As of Wednesday, there was no official timetable for the reopening of the Port of Baltimore after a major highway bridge over the Patapsco River was hit in the early hours of 26 March by a container ship and collapsed, with the debris and ship blocking the waterway.
“I’d be shocked if it’s weeks, but I don’t think it’ll take even a year” to clear the waterway, structural engineer and Johns Hopkins professor Benjamin Schafer said Wednesday. He expects the rebuild of the bridge to take significantly longer.
“I’ve lived through quite a few civil infrastructure projects and they’re rarely less than 10 years. So I think that’s what we’re looking at,” Schafer said.
He noted that it took five years to build the original Francis Scott Key Bridge and seven years to repair the Sunshine Skyway Bridge in Tampa Bay, Florida, after a similar collapse in 1980.
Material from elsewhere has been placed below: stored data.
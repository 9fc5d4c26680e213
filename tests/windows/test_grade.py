"""Rims: exact on the old triangles, watertight, graded; and what is refused."""

import numpy as np
import pytest
import trimesh

import shapes
from bemescape.errors import WindowError
from bemescape.surface.surface import Surface, triangle_areas_normals
from bemescape.windows.grade import Fineness, SizeLimit, graded, place_windows, rim_edges
from bemescape.windows.window import Window

FINE = Fineness(24.0, 6, 800.0)


@pytest.fixture(scope="module")
def ball():
    return shapes.ball(3)


def disc_on(surface, direction=(0.3, 0.5, 0.8), radius=0.3, name="cap"):
    return Window.disc(name, centre=shapes.on_ball(surface, direction), radius=radius)


def as_trimesh(mesh):
    return trimesh.Trimesh(mesh.vertices, mesh.faces, process=False)


def test_new_vertices_leave_volume_area_and_planes_alone(ball):
    mesh = graded(place_windows(ball, [disc_on(ball)]), FINE)
    solid = as_trimesh(mesh)
    assert solid.is_watertight
    assert solid.is_winding_consistent
    assert solid.volume == pytest.approx(ball.volume, rel=1e-12)
    assert solid.area == pytest.approx(ball.area, rel=1e-12)
    # Every panel lies in the plane of its parent: same normal, and its corners at no height above it.
    parent_normal = ball.normals[mesh.parent]
    origin = ball.vertices[ball.faces[mesh.parent, 0]]
    heights = np.einsum("mkx,mx->mk", mesh.vertices[mesh.faces] - origin[:, None], parent_normal)
    assert np.abs(heights).max() < 1e-12


def test_parents_own_exactly_their_area(ball):
    mesh = graded(place_windows(ball, [disc_on(ball)]), FINE)
    areas, _ = triangle_areas_normals(mesh.vertices, mesh.faces)
    np.testing.assert_allclose(
        np.bincount(mesh.parent, weights=areas, minlength=len(ball.faces)), ball.areas, rtol=1e-9
    )


def test_rim_vertices_lie_at_the_radius(ball):
    window = disc_on(ball)
    mesh = graded(place_windows(ball, [window]), FINE)
    rim, _ = rim_edges(mesh.faces, mesh.window_of)
    distance = np.linalg.norm(mesh.vertices[np.unique(rim)] - np.array(window.shape.centre_um), axis=1)
    # Crossings are found to rounding; a vertex within 2 % of an edge's length is used as it is.
    edge = 2 * np.pi * 0.3 / FINE.rim_segments
    assert np.abs(distance - 0.3).max() < 0.02 * edge
    assert np.median(np.abs(distance - 0.3)) < 1e-9


def test_the_rim_is_one_closed_line(ball):
    mesh = graded(place_windows(ball, [disc_on(ball)]), FINE)
    rim, _ = rim_edges(mesh.faces, mesh.window_of)
    assert (np.bincount(rim.ravel())[np.unique(rim)] == 2).all()
    assert trimesh.graph.connected_components(rim, min_len=2)[0].size == len(rim)


def test_a_cap_has_the_area_of_a_spherical_cap_and_gains_it_with_segments(ball):
    """Cap of chord radius c on the unit sphere: area π c² (Archimedes). The rim polygon is inscribed: −(2π²/3)/n²."""
    fine = shapes.ball(5)
    window = disc_on(fine)
    errors = []
    for segments in (12.0, 24.0, 48.0):
        mesh = graded(place_windows(fine, [window]), Fineness(segments, 4, 800.0))
        areas, _ = triangle_areas_normals(mesh.vertices, mesh.faces)
        errors.append(areas[mesh.window_of == 0].sum() / (np.pi * 0.3**2) - 1.0)
    assert abs(errors[-1]) < 2e-3  # the icosphere itself is off by 3e-4
    assert abs(errors[0]) > abs(errors[-1])


def test_panels_thin_out_towards_the_rim(ball):
    mesh = graded(place_windows(ball, [disc_on(ball)]), FINE)
    rim, _ = rim_edges(mesh.faces, mesh.window_of)
    on_rim = np.isin(mesh.faces, np.unique(rim)).sum(axis=1) == 2
    areas, _ = triangle_areas_normals(mesh.vertices, mesh.faces)
    longest = np.linalg.norm(mesh.vertices[mesh.faces] - np.roll(mesh.vertices[mesh.faces], 1, axis=1), axis=2).max(
        axis=1
    )
    width = 2.0 * areas[on_rim] / longest[on_rim]
    band = 1.5 * 2 * np.pi * 0.3 / FINE.rim_segments
    # The innermost strip is band/layers³ wide; cuts snap to vertices within 15 % of an edge.
    assert np.median(width) < 3.0 * band / FINE.layers**3


def test_labelled_rims_are_the_label_border():
    surface = shapes.box(cells=10, label=lambda c: int(c[2] > 0.999 and max(abs(c[0] - 0.5), abs(c[1] - 0.5)) < 0.2))
    mesh = graded(place_windows(surface, [Window.labels("hole", array="label", value=1)]), FINE)
    areas, _ = triangle_areas_normals(mesh.vertices, mesh.faces)
    assert areas[mesh.window_of == 0].sum() == pytest.approx(0.16, rel=1e-12)
    assert as_trimesh(mesh).is_watertight


def test_vertex_labels_take_faces_whose_three_corners_carry_them(ball):
    high = (ball.vertices[:, 2] > 0.8).astype(int)
    surface = Surface(ball.vertices, ball.faces, vertex_data={"mark": high})
    mesh = graded(place_windows(surface, [Window.labels("top", array="mark", value=1)]), FINE)
    expected = ball.areas[high[ball.faces].all(axis=1)].sum()
    areas, _ = triangle_areas_normals(mesh.vertices, mesh.faces)
    assert areas[mesh.window_of == 0].sum() == pytest.approx(expected, rel=1e-12)


def test_limits_from_a_solution_make_panels_smaller_there_only(ball):
    placement = place_windows(ball, [disc_on(ball)])
    plain = graded(placement, FINE)
    limit = SizeLimit(np.array([[0.0, 0.0, -1.0], [0.0, 0.0, 1.0]]), np.array([0.08, np.inf]))
    finer = graded(placement, FINE, limits=[limit])

    def low(mesh):
        return (mesh.vertices[mesh.faces].mean(axis=1)[:, 2] < -0.5).sum()

    assert low(finer) > 2 * low(plain)
    assert as_trimesh(finer).is_watertight


def test_a_thin_sheet_keeps_the_opposite_side_wall():
    """A plate 20 nm thick with a disc of 200 nm on one face: the ball of the disc meets the other face too."""
    plate = shapes.box((1.0, 1.0, 0.02), 12)
    placement = place_windows(plate, [Window.disc("patch", centre=(0.5, 0.5, 0.02), radius=0.2)])
    mesh = graded(placement, FINE)
    heights = mesh.vertices[mesh.faces[mesh.window_of == 0]][:, :, 2]
    assert heights.min() == pytest.approx(0.02)
    assert any("another sheet" in note for note in placement.notes)


@pytest.mark.parametrize(("windows", "message"), [
    ([], "no window is given"),
    ([("a", (0, 0, 1), 0.2), ("a", (1, 0, 0), 0.2)], "2 windows are called 'a'"),
    ([("off", (0, 0, 2.5), 0.2)], r"'off' lies 1\.\d+ µm off the wall \(limit 100 nm"),
    ([("tiny", (0, 0, 1), 1e-6)], r"'tiny' has a radius of 0\.001 nm"),
    ([("huge", (0, 0, 1), 2.5)], "'huge' with radius 2.5 µm swallows the whole wall"),
])  # fmt: skip
def test_windows_that_cannot_be_are_refused_with_name_and_distance(ball, windows, message):
    with pytest.raises(WindowError, match=message):
        place_windows(ball, [Window.disc(name, centre=centre, radius=radius) for name, centre, radius in windows])


def test_overlapping_windows_are_refused_with_both_names(ball):
    windows = [disc_on(ball, (0, 0.1, 1), 0.3, "left"), disc_on(ball, (0, 0.4, 1), 0.3, "right")]
    with pytest.raises(WindowError, match=r"'left' and 'right' overlap near .* apart"):
        graded(place_windows(ball, windows), FINE)


def test_a_centre_between_two_sheets_is_refused():
    plate = shapes.box((1.0, 1.0, 0.02), 12)
    with pytest.raises(WindowError, match="'patch' sits on two sheets"):
        place_windows(plate, [Window.disc("patch", centre=(0.5, 0.5, 0.011), radius=0.2)])


def test_missing_arrays_and_values_are_named(ball):
    surface = Surface(ball.vertices, ball.faces, {"label": np.arange(len(ball.faces)) % 3})
    with pytest.raises(WindowError, match="array 'lable', but surface has the arrays 'label'"):
        place_windows(surface, [Window.labels("w", array="lable", value=1)])
    with pytest.raises(WindowError, match="no face has the value 7 in 'label', which holds 0, 1, 2"):
        place_windows(surface, [Window.labels("w", array="label", value=7)])
    with pytest.raises(WindowError, match="has no arrays at all"):
        place_windows(ball, [Window.labels("w", array="label", value=1)])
Still, “this is definitely not a national supply chain crisis,” John Hopkins operations management professor Tinglong Dai said Wednesday. “The effect will be mostly local, mostly minimal and mostly temporary.”
The bridge collapse and port closure is also unlikely to trigger a global supply chain crisis, he said. The Port of Baltimore is an important but “niche” port specializing in automobile imports and exports, Dai added.
“The supply chain has evolved…I have already seen a lot of rerouting happening.”
Automakers started adjusting their supply routes away from the top port for US vehicle imports the day of the collapse, including General Motors, Ford and Mercedes-Benz.
Baltimore is also a major port for coal exports, which may start to shift to terminals to the south in Hampton Roads, Virginia. Freight rates for ships that carry coal could see increases in global markets
Other commodities like asphalt and caustic soda that move through the port will see challenges, while organic agriculture imports may see less problems due to seasonal flows.